■ TRY IT
The expected answer holds every line from the first line of the data below through the line containing "rows the terminal", exactly as written, and no other line.

■ DATASET RECORDS
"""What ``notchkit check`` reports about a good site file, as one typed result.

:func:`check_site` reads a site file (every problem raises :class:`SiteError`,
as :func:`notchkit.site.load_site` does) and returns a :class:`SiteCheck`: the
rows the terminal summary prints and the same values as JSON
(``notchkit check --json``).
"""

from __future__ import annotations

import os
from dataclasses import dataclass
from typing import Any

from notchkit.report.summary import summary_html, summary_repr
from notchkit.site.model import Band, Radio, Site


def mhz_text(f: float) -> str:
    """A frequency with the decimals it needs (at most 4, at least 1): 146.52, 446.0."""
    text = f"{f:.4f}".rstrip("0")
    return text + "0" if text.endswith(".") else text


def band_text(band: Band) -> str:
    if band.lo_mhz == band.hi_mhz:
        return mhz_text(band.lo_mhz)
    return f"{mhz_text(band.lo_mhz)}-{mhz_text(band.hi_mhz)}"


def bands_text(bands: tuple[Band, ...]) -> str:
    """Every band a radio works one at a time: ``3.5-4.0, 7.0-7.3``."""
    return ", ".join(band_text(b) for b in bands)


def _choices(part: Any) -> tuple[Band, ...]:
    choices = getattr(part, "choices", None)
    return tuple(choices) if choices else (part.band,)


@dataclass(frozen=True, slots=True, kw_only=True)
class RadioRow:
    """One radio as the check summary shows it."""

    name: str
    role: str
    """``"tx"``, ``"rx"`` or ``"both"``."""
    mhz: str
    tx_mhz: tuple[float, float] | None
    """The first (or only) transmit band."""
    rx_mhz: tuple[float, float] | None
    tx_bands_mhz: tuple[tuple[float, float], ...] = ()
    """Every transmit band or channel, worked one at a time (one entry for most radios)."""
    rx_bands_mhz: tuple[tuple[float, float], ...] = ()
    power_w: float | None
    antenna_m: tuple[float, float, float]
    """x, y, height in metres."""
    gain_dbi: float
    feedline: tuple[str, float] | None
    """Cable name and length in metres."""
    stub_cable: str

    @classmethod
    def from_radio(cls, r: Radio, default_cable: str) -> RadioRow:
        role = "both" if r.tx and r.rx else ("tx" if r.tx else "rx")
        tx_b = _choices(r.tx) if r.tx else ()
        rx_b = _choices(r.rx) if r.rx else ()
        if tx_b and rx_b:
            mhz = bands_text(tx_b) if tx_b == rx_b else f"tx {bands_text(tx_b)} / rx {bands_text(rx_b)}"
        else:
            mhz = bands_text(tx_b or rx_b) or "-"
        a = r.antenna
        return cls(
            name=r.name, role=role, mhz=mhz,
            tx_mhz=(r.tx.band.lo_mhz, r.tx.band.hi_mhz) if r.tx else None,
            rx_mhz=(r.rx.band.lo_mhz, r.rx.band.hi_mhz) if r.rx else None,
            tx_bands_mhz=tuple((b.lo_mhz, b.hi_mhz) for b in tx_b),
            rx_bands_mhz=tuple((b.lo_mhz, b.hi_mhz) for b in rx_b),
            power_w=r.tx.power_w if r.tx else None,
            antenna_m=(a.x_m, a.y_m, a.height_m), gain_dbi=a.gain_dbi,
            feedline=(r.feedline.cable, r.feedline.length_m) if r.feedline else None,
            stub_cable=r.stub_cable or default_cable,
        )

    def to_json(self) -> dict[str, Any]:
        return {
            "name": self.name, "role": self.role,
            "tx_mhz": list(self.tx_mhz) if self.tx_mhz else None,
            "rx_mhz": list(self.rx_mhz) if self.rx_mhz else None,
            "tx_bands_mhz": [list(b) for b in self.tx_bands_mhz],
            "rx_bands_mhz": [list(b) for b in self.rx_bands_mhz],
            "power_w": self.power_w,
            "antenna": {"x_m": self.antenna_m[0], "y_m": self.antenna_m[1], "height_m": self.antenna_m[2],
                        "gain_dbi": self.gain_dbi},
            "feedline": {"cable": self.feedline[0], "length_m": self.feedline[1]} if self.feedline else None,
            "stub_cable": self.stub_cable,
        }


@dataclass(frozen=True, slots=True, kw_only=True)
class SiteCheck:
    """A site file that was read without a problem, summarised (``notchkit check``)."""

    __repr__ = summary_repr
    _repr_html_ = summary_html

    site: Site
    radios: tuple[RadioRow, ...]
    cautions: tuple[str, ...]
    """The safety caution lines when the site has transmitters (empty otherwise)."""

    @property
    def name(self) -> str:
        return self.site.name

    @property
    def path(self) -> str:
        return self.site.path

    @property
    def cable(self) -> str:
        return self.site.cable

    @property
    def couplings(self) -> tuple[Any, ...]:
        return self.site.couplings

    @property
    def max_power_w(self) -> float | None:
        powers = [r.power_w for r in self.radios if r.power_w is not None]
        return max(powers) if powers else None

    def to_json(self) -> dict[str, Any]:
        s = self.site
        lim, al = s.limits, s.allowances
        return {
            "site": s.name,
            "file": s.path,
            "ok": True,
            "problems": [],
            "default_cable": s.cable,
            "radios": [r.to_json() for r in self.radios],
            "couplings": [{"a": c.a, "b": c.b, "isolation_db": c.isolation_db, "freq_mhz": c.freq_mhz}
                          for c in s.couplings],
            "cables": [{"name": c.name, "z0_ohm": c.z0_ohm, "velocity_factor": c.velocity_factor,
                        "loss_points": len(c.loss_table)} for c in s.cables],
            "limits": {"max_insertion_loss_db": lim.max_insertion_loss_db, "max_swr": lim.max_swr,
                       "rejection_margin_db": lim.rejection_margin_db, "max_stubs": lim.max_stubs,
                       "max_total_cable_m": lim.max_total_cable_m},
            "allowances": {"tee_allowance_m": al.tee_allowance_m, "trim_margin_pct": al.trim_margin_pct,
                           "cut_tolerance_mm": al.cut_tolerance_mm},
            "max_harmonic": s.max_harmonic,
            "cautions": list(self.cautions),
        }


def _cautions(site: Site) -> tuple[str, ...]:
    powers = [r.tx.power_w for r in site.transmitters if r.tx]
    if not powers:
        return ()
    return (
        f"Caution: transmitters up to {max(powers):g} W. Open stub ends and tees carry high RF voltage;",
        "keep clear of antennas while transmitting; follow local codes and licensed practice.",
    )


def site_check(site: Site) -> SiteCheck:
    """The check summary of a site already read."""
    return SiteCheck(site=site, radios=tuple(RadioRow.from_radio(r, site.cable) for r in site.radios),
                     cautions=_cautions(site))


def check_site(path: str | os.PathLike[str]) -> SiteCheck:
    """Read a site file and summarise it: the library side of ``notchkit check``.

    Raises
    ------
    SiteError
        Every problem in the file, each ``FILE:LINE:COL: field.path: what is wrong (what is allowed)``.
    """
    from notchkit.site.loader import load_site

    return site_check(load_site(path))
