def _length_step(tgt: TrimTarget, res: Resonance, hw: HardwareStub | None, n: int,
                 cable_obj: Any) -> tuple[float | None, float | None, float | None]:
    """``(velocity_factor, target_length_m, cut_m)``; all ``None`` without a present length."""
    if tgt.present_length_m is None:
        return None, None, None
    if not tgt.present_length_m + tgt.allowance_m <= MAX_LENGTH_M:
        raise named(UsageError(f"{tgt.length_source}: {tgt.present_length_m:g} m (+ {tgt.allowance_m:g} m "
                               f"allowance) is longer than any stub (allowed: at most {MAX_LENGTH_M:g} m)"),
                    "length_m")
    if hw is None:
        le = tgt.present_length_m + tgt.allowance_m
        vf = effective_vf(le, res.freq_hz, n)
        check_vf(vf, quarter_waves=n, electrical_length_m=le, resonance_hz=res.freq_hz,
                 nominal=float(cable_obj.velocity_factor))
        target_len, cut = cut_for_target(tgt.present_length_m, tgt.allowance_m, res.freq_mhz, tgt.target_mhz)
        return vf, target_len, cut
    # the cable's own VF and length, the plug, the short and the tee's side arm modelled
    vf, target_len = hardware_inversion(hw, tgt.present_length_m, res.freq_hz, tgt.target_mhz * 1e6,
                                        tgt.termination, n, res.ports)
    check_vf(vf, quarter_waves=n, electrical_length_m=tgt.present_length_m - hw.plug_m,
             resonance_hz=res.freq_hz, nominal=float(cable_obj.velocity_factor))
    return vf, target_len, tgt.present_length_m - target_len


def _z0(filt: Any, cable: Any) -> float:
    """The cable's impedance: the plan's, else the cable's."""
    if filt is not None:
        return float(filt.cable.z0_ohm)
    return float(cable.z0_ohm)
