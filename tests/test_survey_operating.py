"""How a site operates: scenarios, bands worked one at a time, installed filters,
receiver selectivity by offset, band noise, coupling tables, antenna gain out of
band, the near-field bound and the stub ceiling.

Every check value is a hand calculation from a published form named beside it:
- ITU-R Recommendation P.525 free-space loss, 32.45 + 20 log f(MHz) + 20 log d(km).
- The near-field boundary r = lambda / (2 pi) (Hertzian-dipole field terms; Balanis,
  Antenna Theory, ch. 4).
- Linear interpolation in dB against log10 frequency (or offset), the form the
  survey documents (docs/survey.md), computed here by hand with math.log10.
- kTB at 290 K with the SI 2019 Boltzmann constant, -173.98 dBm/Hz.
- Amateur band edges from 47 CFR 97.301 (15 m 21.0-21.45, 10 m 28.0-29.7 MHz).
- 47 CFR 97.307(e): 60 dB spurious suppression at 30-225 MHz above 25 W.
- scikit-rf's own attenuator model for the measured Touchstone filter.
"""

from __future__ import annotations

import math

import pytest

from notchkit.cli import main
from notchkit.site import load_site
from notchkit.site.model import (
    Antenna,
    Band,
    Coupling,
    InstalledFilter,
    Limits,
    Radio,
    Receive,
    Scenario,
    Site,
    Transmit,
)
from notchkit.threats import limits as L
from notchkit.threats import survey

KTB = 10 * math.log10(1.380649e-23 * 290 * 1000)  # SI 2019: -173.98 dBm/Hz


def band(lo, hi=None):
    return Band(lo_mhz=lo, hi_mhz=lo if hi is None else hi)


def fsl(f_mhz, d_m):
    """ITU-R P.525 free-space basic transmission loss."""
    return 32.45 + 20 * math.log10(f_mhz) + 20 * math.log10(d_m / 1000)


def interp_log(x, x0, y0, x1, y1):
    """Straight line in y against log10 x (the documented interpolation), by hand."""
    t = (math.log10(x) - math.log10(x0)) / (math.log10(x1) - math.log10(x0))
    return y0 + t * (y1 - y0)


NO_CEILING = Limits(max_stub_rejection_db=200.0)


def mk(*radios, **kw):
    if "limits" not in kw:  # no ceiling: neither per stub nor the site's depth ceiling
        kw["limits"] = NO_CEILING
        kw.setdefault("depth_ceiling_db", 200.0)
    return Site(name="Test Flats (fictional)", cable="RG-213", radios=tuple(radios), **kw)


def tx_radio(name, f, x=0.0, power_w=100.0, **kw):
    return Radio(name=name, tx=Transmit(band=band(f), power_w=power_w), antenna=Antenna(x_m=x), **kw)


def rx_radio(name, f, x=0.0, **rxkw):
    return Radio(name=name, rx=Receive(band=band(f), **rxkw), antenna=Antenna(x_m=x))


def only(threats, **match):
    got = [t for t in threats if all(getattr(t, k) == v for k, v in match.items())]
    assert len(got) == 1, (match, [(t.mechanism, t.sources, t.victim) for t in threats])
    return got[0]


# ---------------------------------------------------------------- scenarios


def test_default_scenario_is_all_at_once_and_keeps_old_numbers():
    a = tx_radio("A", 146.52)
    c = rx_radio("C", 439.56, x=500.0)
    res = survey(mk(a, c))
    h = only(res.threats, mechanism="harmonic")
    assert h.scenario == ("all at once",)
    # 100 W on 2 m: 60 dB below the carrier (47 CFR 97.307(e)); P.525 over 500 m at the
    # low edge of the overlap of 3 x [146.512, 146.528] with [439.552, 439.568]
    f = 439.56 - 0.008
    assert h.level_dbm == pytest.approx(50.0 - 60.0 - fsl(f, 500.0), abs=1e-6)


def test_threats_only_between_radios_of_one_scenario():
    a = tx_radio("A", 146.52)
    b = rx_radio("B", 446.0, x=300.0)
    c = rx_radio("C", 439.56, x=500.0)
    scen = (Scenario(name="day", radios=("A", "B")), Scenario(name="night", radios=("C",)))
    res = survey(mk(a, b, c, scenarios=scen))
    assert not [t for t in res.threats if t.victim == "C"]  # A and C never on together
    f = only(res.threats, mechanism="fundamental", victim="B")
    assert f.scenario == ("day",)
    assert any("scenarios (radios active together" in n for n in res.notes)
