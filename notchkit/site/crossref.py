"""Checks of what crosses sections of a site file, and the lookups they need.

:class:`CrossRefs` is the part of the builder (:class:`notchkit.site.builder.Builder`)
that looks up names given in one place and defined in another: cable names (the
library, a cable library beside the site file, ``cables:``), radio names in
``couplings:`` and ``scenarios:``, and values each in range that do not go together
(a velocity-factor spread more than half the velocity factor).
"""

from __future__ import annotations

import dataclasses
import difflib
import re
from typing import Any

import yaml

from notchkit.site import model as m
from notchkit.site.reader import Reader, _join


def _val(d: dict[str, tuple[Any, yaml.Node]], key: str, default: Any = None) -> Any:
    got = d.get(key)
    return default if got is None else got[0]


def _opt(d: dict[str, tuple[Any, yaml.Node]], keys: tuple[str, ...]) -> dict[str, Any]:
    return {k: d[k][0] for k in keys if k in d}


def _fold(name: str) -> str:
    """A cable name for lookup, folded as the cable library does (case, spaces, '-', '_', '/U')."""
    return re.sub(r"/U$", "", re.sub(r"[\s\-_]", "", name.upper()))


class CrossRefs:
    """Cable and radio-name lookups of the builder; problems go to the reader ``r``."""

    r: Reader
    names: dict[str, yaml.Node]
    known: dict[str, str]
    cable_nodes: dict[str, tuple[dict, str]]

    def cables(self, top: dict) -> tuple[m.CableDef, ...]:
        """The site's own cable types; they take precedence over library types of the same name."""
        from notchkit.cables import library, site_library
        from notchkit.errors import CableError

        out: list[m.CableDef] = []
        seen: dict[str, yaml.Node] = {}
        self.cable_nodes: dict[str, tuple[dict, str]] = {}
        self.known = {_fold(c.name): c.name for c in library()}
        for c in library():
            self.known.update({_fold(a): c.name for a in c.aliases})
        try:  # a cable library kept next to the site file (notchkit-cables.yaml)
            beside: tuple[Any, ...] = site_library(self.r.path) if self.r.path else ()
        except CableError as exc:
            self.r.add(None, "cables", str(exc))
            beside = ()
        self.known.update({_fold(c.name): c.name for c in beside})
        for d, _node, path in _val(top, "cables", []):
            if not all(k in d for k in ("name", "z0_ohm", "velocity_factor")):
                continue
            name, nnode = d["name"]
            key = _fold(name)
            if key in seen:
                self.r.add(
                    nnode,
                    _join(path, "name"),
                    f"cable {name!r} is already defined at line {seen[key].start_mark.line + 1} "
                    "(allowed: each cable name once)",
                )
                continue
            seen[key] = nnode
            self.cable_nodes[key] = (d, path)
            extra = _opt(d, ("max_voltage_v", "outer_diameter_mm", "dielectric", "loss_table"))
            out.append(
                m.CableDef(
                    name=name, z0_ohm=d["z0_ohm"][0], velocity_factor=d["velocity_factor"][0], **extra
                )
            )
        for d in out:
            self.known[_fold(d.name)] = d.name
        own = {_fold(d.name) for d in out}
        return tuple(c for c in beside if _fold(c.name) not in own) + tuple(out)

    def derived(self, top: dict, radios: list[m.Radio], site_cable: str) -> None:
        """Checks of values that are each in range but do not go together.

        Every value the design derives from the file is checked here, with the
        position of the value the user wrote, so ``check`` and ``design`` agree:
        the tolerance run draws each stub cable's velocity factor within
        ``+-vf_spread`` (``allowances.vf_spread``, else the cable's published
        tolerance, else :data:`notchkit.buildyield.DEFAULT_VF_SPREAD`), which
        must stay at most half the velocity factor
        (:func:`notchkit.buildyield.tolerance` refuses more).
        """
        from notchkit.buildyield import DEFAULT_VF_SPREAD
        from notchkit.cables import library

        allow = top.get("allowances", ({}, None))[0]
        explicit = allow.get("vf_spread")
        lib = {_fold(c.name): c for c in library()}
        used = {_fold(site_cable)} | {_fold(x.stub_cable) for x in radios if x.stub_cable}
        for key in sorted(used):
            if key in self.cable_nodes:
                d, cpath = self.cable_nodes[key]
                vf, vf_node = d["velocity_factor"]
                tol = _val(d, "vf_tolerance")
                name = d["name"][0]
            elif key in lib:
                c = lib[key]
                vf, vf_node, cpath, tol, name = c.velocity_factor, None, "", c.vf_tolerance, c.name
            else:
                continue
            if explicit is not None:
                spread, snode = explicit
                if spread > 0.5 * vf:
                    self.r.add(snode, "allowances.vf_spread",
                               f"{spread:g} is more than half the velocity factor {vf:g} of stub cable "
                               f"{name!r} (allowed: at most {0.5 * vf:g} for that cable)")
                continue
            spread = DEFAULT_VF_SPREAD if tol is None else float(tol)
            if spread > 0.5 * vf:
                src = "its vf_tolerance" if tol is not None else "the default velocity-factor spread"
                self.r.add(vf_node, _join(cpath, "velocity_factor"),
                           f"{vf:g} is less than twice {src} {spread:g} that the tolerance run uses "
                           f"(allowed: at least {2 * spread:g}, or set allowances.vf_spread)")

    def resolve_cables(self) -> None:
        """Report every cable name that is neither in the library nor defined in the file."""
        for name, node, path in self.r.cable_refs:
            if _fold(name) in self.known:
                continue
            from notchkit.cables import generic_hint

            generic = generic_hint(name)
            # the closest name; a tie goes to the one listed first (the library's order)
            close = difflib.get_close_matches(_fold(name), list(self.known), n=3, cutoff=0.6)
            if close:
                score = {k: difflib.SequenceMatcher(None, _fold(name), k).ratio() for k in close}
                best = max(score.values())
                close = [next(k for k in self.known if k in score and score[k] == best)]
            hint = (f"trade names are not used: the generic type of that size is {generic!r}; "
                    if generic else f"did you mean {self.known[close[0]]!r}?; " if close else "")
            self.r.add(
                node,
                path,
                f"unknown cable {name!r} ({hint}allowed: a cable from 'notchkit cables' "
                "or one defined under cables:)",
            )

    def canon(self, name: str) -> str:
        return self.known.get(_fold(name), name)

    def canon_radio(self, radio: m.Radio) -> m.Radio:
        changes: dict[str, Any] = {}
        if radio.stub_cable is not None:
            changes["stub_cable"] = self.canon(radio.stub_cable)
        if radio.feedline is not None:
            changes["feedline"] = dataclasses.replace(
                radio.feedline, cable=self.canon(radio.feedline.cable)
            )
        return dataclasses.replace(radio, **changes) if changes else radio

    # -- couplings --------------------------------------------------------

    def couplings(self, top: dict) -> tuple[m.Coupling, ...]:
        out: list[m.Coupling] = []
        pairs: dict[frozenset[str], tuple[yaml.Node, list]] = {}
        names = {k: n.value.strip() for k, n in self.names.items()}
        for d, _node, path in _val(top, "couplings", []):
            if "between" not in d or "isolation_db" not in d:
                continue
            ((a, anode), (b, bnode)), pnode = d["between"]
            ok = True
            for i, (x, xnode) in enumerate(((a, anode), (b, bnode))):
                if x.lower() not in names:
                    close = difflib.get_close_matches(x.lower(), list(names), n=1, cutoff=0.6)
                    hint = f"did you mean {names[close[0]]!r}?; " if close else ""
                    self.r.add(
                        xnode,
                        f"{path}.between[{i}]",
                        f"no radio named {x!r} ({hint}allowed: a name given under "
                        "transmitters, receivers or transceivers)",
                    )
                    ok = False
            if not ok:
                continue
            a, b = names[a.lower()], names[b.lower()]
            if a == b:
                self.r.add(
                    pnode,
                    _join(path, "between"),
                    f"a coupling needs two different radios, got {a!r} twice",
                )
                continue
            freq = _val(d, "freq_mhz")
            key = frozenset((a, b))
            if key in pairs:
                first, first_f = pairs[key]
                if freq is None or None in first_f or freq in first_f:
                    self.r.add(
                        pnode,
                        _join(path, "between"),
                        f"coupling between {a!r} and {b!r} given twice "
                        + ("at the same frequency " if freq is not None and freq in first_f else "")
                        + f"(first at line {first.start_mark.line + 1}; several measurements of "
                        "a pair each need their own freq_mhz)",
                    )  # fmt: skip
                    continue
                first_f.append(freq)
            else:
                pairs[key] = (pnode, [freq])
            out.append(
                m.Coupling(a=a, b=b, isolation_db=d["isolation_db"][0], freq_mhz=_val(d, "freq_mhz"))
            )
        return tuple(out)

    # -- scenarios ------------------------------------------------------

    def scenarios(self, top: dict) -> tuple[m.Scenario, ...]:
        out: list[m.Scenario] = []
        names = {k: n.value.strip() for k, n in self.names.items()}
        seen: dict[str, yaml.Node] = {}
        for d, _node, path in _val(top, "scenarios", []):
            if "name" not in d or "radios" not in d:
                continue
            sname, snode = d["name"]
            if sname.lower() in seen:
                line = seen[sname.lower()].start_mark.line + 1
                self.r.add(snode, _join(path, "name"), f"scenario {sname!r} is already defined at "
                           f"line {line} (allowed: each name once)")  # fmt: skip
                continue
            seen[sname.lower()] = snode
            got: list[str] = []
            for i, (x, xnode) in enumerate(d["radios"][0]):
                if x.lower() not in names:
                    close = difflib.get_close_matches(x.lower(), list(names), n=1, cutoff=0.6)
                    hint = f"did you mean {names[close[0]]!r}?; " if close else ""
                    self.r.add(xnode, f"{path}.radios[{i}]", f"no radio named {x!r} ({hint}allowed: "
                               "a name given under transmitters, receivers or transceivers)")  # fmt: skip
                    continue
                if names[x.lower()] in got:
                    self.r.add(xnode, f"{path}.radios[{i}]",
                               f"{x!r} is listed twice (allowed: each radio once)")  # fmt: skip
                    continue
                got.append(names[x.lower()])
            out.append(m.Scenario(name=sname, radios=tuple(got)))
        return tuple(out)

■ RESULT FOR THIS EXERCISE
"""What ``notchkit check`` reports about a good site file, as one typed result.

:func:`check_site` reads a site file (every problem raises :class:`SiteError`,
as :func:`notchkit.site.load_site` does) and returns a :class:`SiteCheck`: the
rows the terminal summary prints and the same values as JSON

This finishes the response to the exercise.